Paper 1 likely has higher impact due to stronger novelty and broader, immediate applicability: an agentic, stateful workbench aimed at accelerating real mathematical research, with evidence of helping solve open problems and producing native mathematical artifacts. Its reported state-of-the-art benchmark gains (FrontierMath Tier 4) suggest methodological substance and timeliness amid rapid advances in AI-for-science. Paper 2 is innovative and rigorous in studying emotion interventions in SLM agents, but its impact is more specialized (agent alignment/robustness) and less directly transformative across disciplines than tooling that can accelerate core scientific discovery.

vs. Best Arm Identification in Generalized Linear Bandits via Hybrid Feedback

gpt-5.25/8/2026

Paper 1 likely has higher impact due to its broader, timely implications: an agentic, stateful AI workbench for real mathematical research with evidence of solving open problems and achieving strong benchmark performance. Its applications span mathematics, AI/ML (agents, tool use), HCI/workflows, and scientific discovery tooling, giving wide cross-field reach. Paper 2 is methodologically rigorous and valuable within bandits/online learning, but is more specialized; its hybrid-feedback GLB best-arm identification advances theory and practice, yet the expected breadth and immediate real-world uptake are narrower than a general AI research assistant for mathematics.

vs. Best Arm Identification in Generalized Linear Bandits via Hybrid Feedback

gpt-5.25/8/2026

Paper 1 likely has higher scientific impact due to broader cross-field reach and immediate real-world applicability: an agentic, stateful AI workbench for mathematical research could affect mathematics, formal methods, AI, education, and scientific discovery workflows. Its reported assistance on open problems plus strong benchmark performance suggests timely relevance amid rapid progress in LLM-based agents. Paper 2 is methodologically rigorous and novel within bandits, but its impact is more specialized to theoretical ML/optimization and may diffuse more narrowly compared to a general-purpose research acceleration platform.

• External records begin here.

/**
 * The planner's week (issue #19): every scheduled inspection due in the week or overdue, on the day of the
 * round it is planned for, grouped by site in the day's travel order; and the planner's two writes, an
 * inspection's day and inspector, and a day's order of sites. The inspector's phone gets the same plan in
 * its assignments (`plannedOn`, `roundPosition` on each schedule) with the sync pull.
 */
import { asc, eq, inArray } from 'drizzle-orm';
import { alias } from 'drizzle-orm/sqlite-core';

import { companies, inspectionSchedules, rides, sites, users } from '@/db/server/schema';
import { roundPlans, roundSiteOrder } from '@/db/server/setups';
import {
  weekDays,
  type RoundDay,
  type RoundItem,
  type RoundItemInput,
  type RoundOrderInput,
  type RoundWeek,
} from '@/features/registry/schema';
import { dayInZone } from '@/lib/dates';
import type { Db } from '@/server/db';
import { HttpError, notFound } from '@/server/http/errors';
import { recordAudit } from '@/server/registry/audit';
import { updateSchedule } from '@/server/registry/schedules';
import { dueStatusOf, nextDueOn, siteZoneSql } from '@/server/schedule-due';

const assignee = alias(users, 'round_assignee');

/** The planner's week starting on `monday`, as of `now` (due status on each site's clock). */
export function roundWeek(db: Pick<Db, 'select'>, monday: string, now: Date): RoundWeek {
  const days = weekDays(monday);
  const sunday = days[6];
  const rows = db
    .select({
      scheduleId: inspectionSchedules.id,
      rideId: rides.id,
      rideName: rides.name,
      rideStatus: rides.status,
      operatorName: companies.name,
      siteId: rides.siteId,
      siteName: sites.name,
      siteTimeZone: siteZoneSql,
      inspectionType: inspectionSchedules.inspectionType,
      dueOn: inspectionSchedules.dueOn,
      lastDoneOn: inspectionSchedules.lastDoneOn,
      intervalDays: inspectionSchedules.intervalDays,
      plannedOn: roundPlans.plannedOn,
      assignedToId: inspectionSchedules.assignedTo,
      assignedToName: assignee.name,
    })
    .from(inspectionSchedules)
    .innerJoin(rides, eq(rides.id, inspectionSchedules.rideId))
    .innerJoin(companies, eq(companies.id, rides.operatorCompanyId))
    .leftJoin(sites, eq(sites.id, rides.siteId))
    .leftJoin(assignee, eq(assignee.id, inspectionSchedules.assignedTo))
    .leftJoin(roundPlans, eq(roundPlans.scheduleId, inspectionSchedules.id))
    .all();
  const items: RoundItem[] = [];
  for (const r of rows) {
    const next = nextDueOn(r);
    if (next === null) continue;
    const dueStatus = dueStatusOf(r.inspectionType, next, dayInZone(now, r.siteTimeZone));
    const inWeek = (d: string) => d >= monday && d <= sunday;
    // Planned for a day: shown on that day's week only. Else on its due day, or carried in when overdue.
    const day =
      r.plannedOn ?? (inWeek(next) ? next : dueStatus === 'overdue' && next < monday ? monday : null);
    if (day === null || !inWeek(day)) continue;
    items.push({
      scheduleId: r.scheduleId,
      rideId: r.rideId,
      rideName: r.rideName,
      rideStatus: r.rideStatus,
      operatorName: r.operatorName,
      siteId: r.siteId,
      siteName: r.siteName,
      inspectionType: r.inspectionType,
      nextDueOn: next,
      dueStatus,
      day,
      planned: r.plannedOn !== null,
      assignedTo: r.assignedToId ? { id: r.assignedToId, name: r.assignedToName ?? '' } : null,
    });
  }
  const order = db.select().from(roundSiteOrder).where(inArray(roundSiteOrder.day, days)).all();
  const position = (day: string, siteId: string | null) =>
    order.find((o) => o.day === day && o.siteId === siteId)?.position ?? Number.MAX_SAFE_INTEGER;
  const result: RoundDay[] = days.map((day) => {
    const today = items.filter((i) => i.day === day);
    const siteIds = [...new Set(today.map((i) => i.siteId))];
    const groups = siteIds.map((siteId) => {
      const mine = today
        .filter((i) => i.siteId === siteId)
        .sort((a, b) => a.nextDueOn.localeCompare(b.nextDueOn) || a.rideName.localeCompare(b.rideName));
      return { siteId, siteName: mine[0]?.siteName ?? null, items: mine };
    });
    groups.sort(
      (a, b) =>
        position(day, a.siteId) - position(day, b.siteId) ||
        (a.siteName ?? '\uffff').localeCompare(b.siteName ?? '\uffff'),
    );
    return { day, sites: groups };
  });
  return { week: monday, days: result };
}

/** Puts one scheduled inspection on a day of the round and gives it to an inspector (or to no one). */
export function planRoundItem(db: Db, userId: string, scheduleId: string, input: RoundItemInput, now: Date) {
  return db.transaction((tx) => {
    const schedule = tx
      .select({
        id: inspectionSchedules.id,
        rideId: inspectionSchedules.rideId,
        assignedTo: inspectionSchedules.assignedTo,
        plannedOn: roundPlans.plannedOn,
      })
      .from(inspectionSchedules)
      .leftJoin(roundPlans, eq(roundPlans.scheduleId, inspectionSchedules.id))
      .where(eq(inspectionSchedules.id, scheduleId))
      .get();
    if (!schedule) throw notFound('No such schedule.');
    // The schedule's own update checks the inspector and writes its audit entry and queue rows.
    if (input.assignedTo !== schedule.assignedTo)
      updateSchedule(db, userId, scheduleId, { assignedTo: input.assignedTo }, now);
    const at = now.toISOString();
    tx.insert(roundPlans)
      .values({ scheduleId, plannedOn: input.day, updatedAt: at })
      .onConflictDoUpdate({ target: roundPlans.scheduleId, set: { plannedOn: input.day, updatedAt: at } })
      .run();
    recordAudit(tx, {
      userId,
      entity: 'round',
      entityId: scheduleId,
      action: 'update',
      rideId: schedule.rideId,
      summary: `Round: inspection planned for ${input.day}`,
      before: { day: schedule.plannedOn, assignedTo: schedule.assignedTo },
      after: input,
    });
  });
}

/** A day's travel order: `siteIds` in the order visited; sites left out follow, by name. */
export function orderRoundDay(db: Db, userId: string, input: RoundOrderInput) {
  return db.transaction((tx) => {
    const known = tx.select({ id: sites.id }).from(sites).where(inArray(sites.id, input.siteIds)).all();
    const missing = input.siteIds.findIndex((id) => !known.some((k) => k.id === id));
    if (missing >= 0)
      throw new HttpError(400, 'validation_failed', 'No such site', [
        { path: `siteIds.${missing}`, message: 'No such site' },
      ]);
    const before = tx
      .select({ siteId: roundSiteOrder.siteId })
      .from(roundSiteOrder)
      .where(eq(roundSiteOrder.day, input.day))
      .orderBy(asc(roundSiteOrder.position))
      .all()
      .map((r) => r.siteId);
    tx.delete(roundSiteOrder).where(eq(roundSiteOrder.day, input.day)).run();
    tx.insert(roundSiteOrder)
      .values(input.siteIds.map((siteId, position) => ({ day: input.day, siteId, position })))
      .run();
    recordAudit(tx, {
      userId,
      entity: 'round',
      entityId: input.day,
      action: 'update',
      summary: `Round: travel order of ${input.day} changed`,
      before: { siteIds: before },
      after: { siteIds: input.siteIds },
    });
  });
}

vs. How Do LLMs and VLMs Understand Viewpoint Rotation Without Vision? An Interpretability Study

gemini-3.15/8/2026

Paper 1 presents a highly novel AI system that directly accelerates open-ended mathematical research and achieves state-of-the-art results on a notoriously difficult benchmark (FrontierMath). Its potential to fundamentally change mathematical workflows and aid in actual scientific discovery gives it much broader and deeper real-world impact compared to Paper 2, which focuses on a specific, narrower interpretability issue regarding spatial reasoning in language models.

vs. MASPO: Joint Prompt Optimization for LLM-based Multi-Agent Systems

gemini-3.15/8/2026

Paper 1 presents a system that assists in open-ended scientific discovery, directly solving open mathematical problems and achieving SOTA on the challenging FrontierMath benchmark. Its impact extends beyond AI into mathematics, demonstrating a transformative paradigm for human-AI collaboration in advanced research. Paper 2, while methodologically sound, offers a more incremental prompt optimization technique for multi-agent systems, which has a narrower scope and less immediate cross-disciplinary impact.

vs. GlazyBench: A Benchmark for Ceramic Glaze Property Prediction and Image Generation

gpt-5.25/8/2026

Paper 2 has higher potential impact due to broader cross-disciplinary relevance (mathematics, computer science, formal methods), strong timeliness in agentic AI, and clear evidence of performance gains (state-of-the-art results on difficult benchmarks plus early real-world problem-solving utility). Its workbench paradigm could generalize to other scientific domains requiring iterative research workflows. Paper 1 is novel and valuable (new dataset/benchmark for a niche but important materials domain), yet its immediate breadth and downstream transformative potential appear narrower than a widely usable agentic research assistant.